1. Es mögen ererbte Ideen sein, wie das bei denen der Fall ist, die sich so schwer der neuen Vision des Welt-Lebens und der in den neueren Ideologien ausgedrückten sozialen Ordnung anpassen können. Sie stehen unter dem mächtigen Einfluss ihrer Kaste, ihrer Tradition und ihrer Erziehung.

2. Es mögen modernere Ideen sein, die letzten Endes die Reaktionen modernen Denkens auf die Zustände in der Welt sind; dafür sind auch viele andere Aspiranten sehr empfänglich und das ist ganz natürlich, besonders bei denen, die in dem Kraftstrudel leben, den wir das moderne Europa nennen. Solche moderne Ideen werden heutzutage zu grösseren Gedankenströmungen und vorherrschenden Ideologien zusammengefügt und darauf muss jeder intelligente Mensch unvermeidlich reagieren; allerdings vergisst er dabei, dass diese Reaktion auf Tradition und auf nationaler und internationaler Veranlagung beruht.
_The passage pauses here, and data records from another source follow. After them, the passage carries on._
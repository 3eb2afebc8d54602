import { quantityById } from "../../../core/ocean/quantities/evaluate";
import { colourLimits } from "../../../core/study/colour-limits";
import type { JobFlags } from "../job";
import { type FieldArguments, fieldSource } from "./field";

/** Colour limits of a field from three dates spread over those with data, so that they do not change while time plays. */
export function limitsTask(
  args: FieldArguments & { readonly quantity: string },
  job: JobFlags,
): readonly [number, number] {
  const source = fieldSource(args);
  const dated: number[] = [];
  args.record.hasData.forEach((flag, date) => {
    if (flag) dated.push(date);
  });
  const chosen = new Set([0.25, 0.5, 0.75].map((share) => dated[Math.floor(share * (dated.length - 1))]));
  const planes = [...chosen].map((date) => {
    job.poll();
    return source.on(date)(args.quantity);
  });
  return colourLimits(planes, quantityById(args.quantity));
}
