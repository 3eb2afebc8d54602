import { type GridSpacing, type MapSpectra, mapSpectra } from "../../../core/study/scales/map-spectra";
import type { JobFlags } from "../job";

/** Wavenumber spectra of one pair of planes, such as the time mean of u and v. */
export function scaleMeanTask(
  args: { readonly u: Float64Array; readonly v: Float64Array; readonly spacing: GridSpacing },
  job: JobFlags,
): MapSpectra {
  job.poll();
  return mapSpectra(args.u, args.v, args.spacing);
}
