import type { GridWindow, MaskCounts } from "../../../core/model/source";
import type { GridIndex } from "../../readers/joined-grid";
import { readHeights } from "../../readers/read-heights";
import type { JobFlags } from "../job";

/** Reads a window's dates into the shared values, date `firstDate` of the index at their start. Counts one a date. */
export async function readTask(
  args: {
    readonly index: GridIndex;
    readonly window: GridWindow;
    readonly firstDate: number;
    readonly values: Float32Array | Float64Array;
  },
  job: JobFlags,
): Promise<MaskCounts> {
  return readHeights(
    args.index,
    args.window,
    (timeIndex, plane) => {
      args.values.set(plane, (timeIndex - args.firstDate) * plane.length);
      job.count();
    },
    { poll: () => job.poll() },
  );
}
3. Es mögen die dunkel erahnten, neueren Ideen sein, welche die Macht in sich tragen, die Zukunft zu bestimmen und die moderne Generation aus dem Dunkel ins Licht zu führen. Noch niemand erspürt heute wirklich diese neuen Ideen, wenn auch manche im Augenblick hoher Meditation oder geistigen Aufstiegs vage und kurz darauf reagieren mögen. Diese Reaktion mag nur insofern eine wirkliche sein, als sie im Betreffenden den Dienst an seinen Mitmenschen deutlich beeinflusst. Man kann in der richtigen Weise und in steigendem Mass darauf reagieren, wenn man die Integrität der Seele zu wahren weiss und sich nicht vom Kampf und vom Fieber der Umwelt innerhalb seines erwählten Dienstbereiches übermannen lässt.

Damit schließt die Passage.